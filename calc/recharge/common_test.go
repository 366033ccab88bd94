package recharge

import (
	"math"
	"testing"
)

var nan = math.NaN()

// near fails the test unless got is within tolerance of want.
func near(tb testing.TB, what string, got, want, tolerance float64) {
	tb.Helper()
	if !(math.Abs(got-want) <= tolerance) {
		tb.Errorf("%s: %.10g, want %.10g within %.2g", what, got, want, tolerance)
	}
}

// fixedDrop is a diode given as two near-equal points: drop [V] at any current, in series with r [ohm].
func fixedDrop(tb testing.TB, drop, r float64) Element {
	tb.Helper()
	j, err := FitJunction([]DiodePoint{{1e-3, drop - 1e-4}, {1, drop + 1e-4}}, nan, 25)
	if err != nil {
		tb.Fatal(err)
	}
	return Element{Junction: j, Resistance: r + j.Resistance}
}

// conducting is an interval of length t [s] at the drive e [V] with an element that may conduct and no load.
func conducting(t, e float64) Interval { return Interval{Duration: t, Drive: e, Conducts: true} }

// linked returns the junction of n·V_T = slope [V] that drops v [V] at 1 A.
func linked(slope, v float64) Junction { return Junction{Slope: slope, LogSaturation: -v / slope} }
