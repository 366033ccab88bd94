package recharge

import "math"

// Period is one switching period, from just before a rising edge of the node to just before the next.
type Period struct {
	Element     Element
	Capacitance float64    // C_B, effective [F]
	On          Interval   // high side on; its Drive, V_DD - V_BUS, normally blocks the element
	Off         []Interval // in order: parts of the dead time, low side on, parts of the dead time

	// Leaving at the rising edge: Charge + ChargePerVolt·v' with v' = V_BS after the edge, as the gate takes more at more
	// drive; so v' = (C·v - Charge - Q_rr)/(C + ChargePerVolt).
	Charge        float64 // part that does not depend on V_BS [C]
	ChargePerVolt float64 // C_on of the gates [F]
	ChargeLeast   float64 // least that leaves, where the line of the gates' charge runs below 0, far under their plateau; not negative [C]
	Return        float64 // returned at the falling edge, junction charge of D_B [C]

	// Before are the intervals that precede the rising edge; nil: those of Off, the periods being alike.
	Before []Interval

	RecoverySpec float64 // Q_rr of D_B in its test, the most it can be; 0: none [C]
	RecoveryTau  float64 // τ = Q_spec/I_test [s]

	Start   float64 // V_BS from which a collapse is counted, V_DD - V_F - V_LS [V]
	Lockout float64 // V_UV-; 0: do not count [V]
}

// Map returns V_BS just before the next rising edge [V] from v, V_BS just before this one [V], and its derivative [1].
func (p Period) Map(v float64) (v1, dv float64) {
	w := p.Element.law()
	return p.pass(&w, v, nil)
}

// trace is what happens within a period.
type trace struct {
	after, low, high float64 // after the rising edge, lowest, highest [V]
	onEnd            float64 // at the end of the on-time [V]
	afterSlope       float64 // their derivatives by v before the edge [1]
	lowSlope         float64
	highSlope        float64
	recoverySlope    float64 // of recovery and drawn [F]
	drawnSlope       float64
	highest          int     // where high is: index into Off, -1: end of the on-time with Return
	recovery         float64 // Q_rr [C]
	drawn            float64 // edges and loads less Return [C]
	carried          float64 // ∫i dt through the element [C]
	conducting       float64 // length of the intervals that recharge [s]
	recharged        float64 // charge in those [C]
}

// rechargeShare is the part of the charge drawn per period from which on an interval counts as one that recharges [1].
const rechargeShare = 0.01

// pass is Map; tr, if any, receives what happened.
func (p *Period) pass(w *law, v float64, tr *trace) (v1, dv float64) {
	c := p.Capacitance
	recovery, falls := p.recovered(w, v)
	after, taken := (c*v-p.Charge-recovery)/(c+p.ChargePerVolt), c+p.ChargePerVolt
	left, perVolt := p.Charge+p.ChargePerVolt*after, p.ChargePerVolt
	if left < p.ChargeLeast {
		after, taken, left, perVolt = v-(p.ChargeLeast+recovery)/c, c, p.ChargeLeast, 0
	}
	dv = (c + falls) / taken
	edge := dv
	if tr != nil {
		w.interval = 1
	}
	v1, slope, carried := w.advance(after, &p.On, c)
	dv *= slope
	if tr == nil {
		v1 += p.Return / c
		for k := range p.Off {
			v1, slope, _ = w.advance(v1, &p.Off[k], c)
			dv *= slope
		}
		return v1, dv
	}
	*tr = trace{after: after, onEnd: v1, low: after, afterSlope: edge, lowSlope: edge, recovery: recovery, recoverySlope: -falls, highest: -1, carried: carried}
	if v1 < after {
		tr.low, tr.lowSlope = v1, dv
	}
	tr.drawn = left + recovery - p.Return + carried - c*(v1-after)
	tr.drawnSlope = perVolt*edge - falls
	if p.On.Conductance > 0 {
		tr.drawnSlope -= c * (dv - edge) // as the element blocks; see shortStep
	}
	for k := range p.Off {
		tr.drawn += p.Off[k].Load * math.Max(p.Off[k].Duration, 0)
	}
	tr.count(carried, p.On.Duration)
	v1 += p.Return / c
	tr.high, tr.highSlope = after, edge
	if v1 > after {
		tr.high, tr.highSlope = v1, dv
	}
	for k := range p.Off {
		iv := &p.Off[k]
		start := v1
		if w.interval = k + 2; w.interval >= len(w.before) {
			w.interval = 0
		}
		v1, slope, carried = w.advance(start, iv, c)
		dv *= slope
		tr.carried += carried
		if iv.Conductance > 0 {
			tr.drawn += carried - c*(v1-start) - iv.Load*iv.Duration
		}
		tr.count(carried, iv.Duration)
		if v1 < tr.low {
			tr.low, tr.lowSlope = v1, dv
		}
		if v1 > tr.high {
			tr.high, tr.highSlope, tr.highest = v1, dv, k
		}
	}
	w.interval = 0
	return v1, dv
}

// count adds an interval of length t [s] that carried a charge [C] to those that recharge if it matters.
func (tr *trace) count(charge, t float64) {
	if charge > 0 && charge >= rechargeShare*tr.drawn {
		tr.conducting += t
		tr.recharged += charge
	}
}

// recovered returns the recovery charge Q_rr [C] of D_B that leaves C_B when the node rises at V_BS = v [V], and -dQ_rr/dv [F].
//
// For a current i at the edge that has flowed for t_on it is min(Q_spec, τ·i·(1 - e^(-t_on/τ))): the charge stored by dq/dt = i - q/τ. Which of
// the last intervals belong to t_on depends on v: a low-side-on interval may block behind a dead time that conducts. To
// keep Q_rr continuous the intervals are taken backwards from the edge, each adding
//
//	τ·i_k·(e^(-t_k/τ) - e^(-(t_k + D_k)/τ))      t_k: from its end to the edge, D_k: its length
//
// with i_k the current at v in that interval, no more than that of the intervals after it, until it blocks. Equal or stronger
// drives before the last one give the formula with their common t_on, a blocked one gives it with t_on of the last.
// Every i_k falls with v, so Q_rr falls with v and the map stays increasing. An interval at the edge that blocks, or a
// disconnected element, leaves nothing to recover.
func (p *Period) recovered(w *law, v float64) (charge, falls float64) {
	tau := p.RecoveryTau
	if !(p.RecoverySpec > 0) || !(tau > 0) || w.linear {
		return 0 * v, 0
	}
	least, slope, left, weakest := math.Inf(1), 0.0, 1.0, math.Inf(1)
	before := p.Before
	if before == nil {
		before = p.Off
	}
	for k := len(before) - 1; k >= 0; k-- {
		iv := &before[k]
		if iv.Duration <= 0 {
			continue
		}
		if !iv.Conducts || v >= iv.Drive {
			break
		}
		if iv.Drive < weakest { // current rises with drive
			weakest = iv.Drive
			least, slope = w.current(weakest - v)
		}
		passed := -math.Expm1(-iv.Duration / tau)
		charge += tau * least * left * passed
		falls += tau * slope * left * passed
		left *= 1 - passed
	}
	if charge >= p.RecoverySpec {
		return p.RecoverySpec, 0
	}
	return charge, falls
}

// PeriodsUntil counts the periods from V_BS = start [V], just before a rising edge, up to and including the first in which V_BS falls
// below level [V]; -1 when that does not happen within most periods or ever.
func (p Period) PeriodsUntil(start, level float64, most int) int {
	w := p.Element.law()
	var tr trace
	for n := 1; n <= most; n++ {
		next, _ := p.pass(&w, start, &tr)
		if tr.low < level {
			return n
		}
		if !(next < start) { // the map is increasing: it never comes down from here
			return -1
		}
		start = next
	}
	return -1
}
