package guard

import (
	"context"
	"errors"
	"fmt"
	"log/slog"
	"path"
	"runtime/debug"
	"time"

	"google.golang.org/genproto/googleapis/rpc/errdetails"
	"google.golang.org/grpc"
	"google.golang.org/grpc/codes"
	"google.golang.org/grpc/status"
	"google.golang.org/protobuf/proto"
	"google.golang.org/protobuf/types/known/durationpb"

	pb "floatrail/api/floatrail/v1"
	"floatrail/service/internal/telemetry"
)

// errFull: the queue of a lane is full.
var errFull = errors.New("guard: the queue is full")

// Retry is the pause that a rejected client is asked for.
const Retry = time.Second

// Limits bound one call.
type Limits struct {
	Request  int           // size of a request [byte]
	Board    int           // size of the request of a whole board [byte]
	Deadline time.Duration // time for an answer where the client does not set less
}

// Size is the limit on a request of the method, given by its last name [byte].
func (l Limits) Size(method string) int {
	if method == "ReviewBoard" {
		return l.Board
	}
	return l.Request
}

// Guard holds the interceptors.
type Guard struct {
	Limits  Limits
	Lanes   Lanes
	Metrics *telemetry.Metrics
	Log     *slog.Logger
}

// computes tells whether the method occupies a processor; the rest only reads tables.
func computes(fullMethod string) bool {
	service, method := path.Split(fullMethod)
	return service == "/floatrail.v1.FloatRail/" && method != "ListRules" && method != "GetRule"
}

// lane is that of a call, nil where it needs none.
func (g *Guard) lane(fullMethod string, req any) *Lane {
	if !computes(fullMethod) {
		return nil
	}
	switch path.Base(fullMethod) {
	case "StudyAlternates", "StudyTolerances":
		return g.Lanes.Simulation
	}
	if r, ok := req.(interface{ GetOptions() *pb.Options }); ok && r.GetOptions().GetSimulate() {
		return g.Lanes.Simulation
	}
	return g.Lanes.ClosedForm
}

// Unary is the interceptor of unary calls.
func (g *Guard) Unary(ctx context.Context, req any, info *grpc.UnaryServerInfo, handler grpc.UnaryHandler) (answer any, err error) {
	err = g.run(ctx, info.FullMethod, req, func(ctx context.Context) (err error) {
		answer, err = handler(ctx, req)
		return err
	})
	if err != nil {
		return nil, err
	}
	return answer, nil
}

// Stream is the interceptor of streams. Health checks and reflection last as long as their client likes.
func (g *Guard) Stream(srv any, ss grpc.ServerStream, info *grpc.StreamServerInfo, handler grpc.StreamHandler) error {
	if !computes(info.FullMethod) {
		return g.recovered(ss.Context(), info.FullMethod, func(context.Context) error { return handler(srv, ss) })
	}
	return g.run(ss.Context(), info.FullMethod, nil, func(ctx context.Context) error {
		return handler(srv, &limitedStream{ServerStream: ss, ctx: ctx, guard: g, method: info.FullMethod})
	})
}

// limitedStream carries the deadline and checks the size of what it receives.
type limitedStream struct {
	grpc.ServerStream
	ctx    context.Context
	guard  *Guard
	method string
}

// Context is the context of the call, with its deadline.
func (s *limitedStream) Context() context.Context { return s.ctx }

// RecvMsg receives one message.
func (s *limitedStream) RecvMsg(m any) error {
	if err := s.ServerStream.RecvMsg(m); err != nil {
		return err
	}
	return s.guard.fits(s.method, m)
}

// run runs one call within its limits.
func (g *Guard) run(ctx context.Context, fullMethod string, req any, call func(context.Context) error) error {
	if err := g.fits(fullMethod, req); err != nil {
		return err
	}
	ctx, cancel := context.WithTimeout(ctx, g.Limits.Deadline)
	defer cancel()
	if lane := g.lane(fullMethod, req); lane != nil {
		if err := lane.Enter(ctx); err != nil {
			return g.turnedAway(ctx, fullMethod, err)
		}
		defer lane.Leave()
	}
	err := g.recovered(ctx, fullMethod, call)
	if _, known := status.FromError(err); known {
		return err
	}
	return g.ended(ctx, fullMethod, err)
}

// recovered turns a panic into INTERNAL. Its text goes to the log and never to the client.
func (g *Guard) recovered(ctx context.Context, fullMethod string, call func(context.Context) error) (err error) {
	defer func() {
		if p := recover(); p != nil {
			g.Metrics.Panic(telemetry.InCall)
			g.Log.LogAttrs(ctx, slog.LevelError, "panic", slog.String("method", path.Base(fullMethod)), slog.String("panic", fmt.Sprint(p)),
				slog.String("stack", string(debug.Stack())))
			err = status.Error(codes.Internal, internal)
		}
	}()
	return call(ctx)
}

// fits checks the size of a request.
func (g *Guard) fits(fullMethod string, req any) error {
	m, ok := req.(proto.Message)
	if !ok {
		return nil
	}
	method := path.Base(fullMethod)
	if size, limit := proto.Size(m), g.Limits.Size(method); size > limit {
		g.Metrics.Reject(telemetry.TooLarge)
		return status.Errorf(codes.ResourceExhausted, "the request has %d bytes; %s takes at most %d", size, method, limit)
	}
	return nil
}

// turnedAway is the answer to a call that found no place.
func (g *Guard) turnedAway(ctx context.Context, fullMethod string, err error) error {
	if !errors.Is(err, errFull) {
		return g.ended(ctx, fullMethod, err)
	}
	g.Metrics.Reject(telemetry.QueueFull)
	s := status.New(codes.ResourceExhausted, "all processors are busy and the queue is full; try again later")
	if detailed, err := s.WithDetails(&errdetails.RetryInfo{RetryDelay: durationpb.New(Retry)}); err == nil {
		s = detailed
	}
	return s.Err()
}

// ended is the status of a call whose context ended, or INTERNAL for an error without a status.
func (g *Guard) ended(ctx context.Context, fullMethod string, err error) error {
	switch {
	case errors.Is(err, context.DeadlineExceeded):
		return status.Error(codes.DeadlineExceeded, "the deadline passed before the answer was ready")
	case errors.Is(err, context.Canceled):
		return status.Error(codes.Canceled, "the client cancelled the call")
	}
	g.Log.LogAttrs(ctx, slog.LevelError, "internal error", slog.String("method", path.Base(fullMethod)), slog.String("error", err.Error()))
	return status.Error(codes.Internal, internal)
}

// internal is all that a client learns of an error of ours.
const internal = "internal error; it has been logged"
┄┄┄┄┄┄
Set down, exactly as they appear above, all lines from the one that has "its derivative [1]." down to the one that has "receives what happened.", including those two and no others.

// Map returns V_BS just before the next rising edge [V] from v, V_BS just before this one [V], and its derivative [1].
func (p Period) Map(v float64) (v1, dv float64) {
	w := p.Element.law()
	return p.pass(&w, v, nil)
}

// trace is what happens within a period.
type trace struct {
	after, low, high float64 // after the rising edge, lowest, highest [V]
	onEnd            float64 // at the end of the on-time [V]
	afterSlope       float64 // their derivatives by v before the edge [1]
	lowSlope         float64
	highSlope        float64
	recoverySlope    float64 // of recovery and drawn [F]
	drawnSlope       float64
	highest          int     // where high is: index into Off, -1: end of the on-time with Return
	recovery         float64 // Q_rr [C]
	drawn            float64 // edges and loads less Return [C]
	carried          float64 // ∫i dt through the element [C]
	conducting       float64 // length of the intervals that recharge [s]
	recharged        float64 // charge in those [C]
}

// rechargeShare is the part of the charge drawn per period from which on an interval counts as one that recharges [1].
const rechargeShare = 0.01

// pass is Map; tr, if any, receives what happened.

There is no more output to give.